Read the following Report by the Lord Provost’s Committee on letter received by Mr Lessels, architect to the Trust, from the manager of the North British Railway Company, embodying certain proposed arrangements regarding the segment of ground to be given off by the Company at Market Street, under Agreements of date 27 March and 12 April and 26 and 27 September 1866.

“Edinburgh, 23 November 1876.

At a meeting of the subcommittee of the Lord Provost’s committee under remit with powers on this letter – Present the Lord Provost, Bailie Colston and Dean of Guild Smith.

The subcommittee having considered the subject of this letter, and been informed by the City superintendent that the proposed arrangement between the Railway Company and the Improvement Trust if carried out, would improve the street way at Market Street and would otherwise be for the public convenience and advantage, consent to the proposal for the interest of the City, reserving quod ultra the whole obligations contained in the various agreements between the City and the Company.

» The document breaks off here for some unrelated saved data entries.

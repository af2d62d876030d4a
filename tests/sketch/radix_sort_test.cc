// Tests of src/sketch/radix_sort: SortWords gives std::sort's order (the
// reference is the C++ standard library's sort) on inputs of every shape the
// key and band sorts see: empty, short (std::sort path), long with shared
// high bytes (one key partition), many repeats, and random words.
#include "sketch/radix_sort.h"

#include <algorithm>
#include <random>
#include <vector>

#include <gtest/gtest.h>

namespace prefsift::sketch {
namespace {

void ExpectSorted(std::vector<uint64_t> v) {
  std::vector<uint64_t> want = v;
  std::sort(want.begin(), want.end());
  SortWords(v);
  EXPECT_EQ(v, want);
}

TEST(RadixSort, SameOrderAsStdSort) {
  std::mt19937_64 rng(20261203);
  ExpectSorted({});
  ExpectSorted({5, 3, 9, 3});
  for (size_t n : {63u, 64u, 65u, 1000u, 100000u}) {
    std::vector<uint64_t> v(n);
    for (auto& x : v) x = rng();
    ExpectSorted(v);
    for (auto& x : v) x = (uint64_t{0xabc} << 52) | (rng() & 0xfffff);  // shared top bytes
    ExpectSorted(v);
    for (auto& x : v) x = rng() % 7;  // many repeats
    ExpectSorted(v);
    for (auto& x : v) x = (rng() % 50) << 32 | (rng() & 0xffffffffu);  // key << 32 | place, as key sketches sort
    ExpectSorted(v);
  }
}

}  // namespace
}  // namespace prefsift::sketch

The sub committee direct that a Memorandum of Agreement be executed, to be submitted, with a plan, to the Lord Provost’s committee and the Town Council.”

Signed James Falshaw, Lord Provost.

“Edinburgh 29 November 1876 – the Lord Provost’s Committee approve of the foregoing report.”
Signed James Falshaw, Lord Provost.

The Magistrates and Council approved of the foregoing Report and resolved accordingly.

Town Council Minutes
19 December 1876, p136.
The Lord Provost’s Committee submitted draft Agreement between the Town Council, the City Road Trust, the Edinburgh Improvement Trust and the North British Railway Company, regarding the proposed operations at Market Street, and referred to in Act 30 of the Minute of the Council of date 5 December current.

The Lord Provost and the Town Clerk were authorised to sign the Agreement on behalf of the Council after, it had been submitted to the City Agent, who had conducted the proceedings connected with the intended Arbitration regarding the disposal of the property of Ireland’s Woodyard, but which reference was not gone into in consequence of an amicable arrangement having been arrived at between the parties.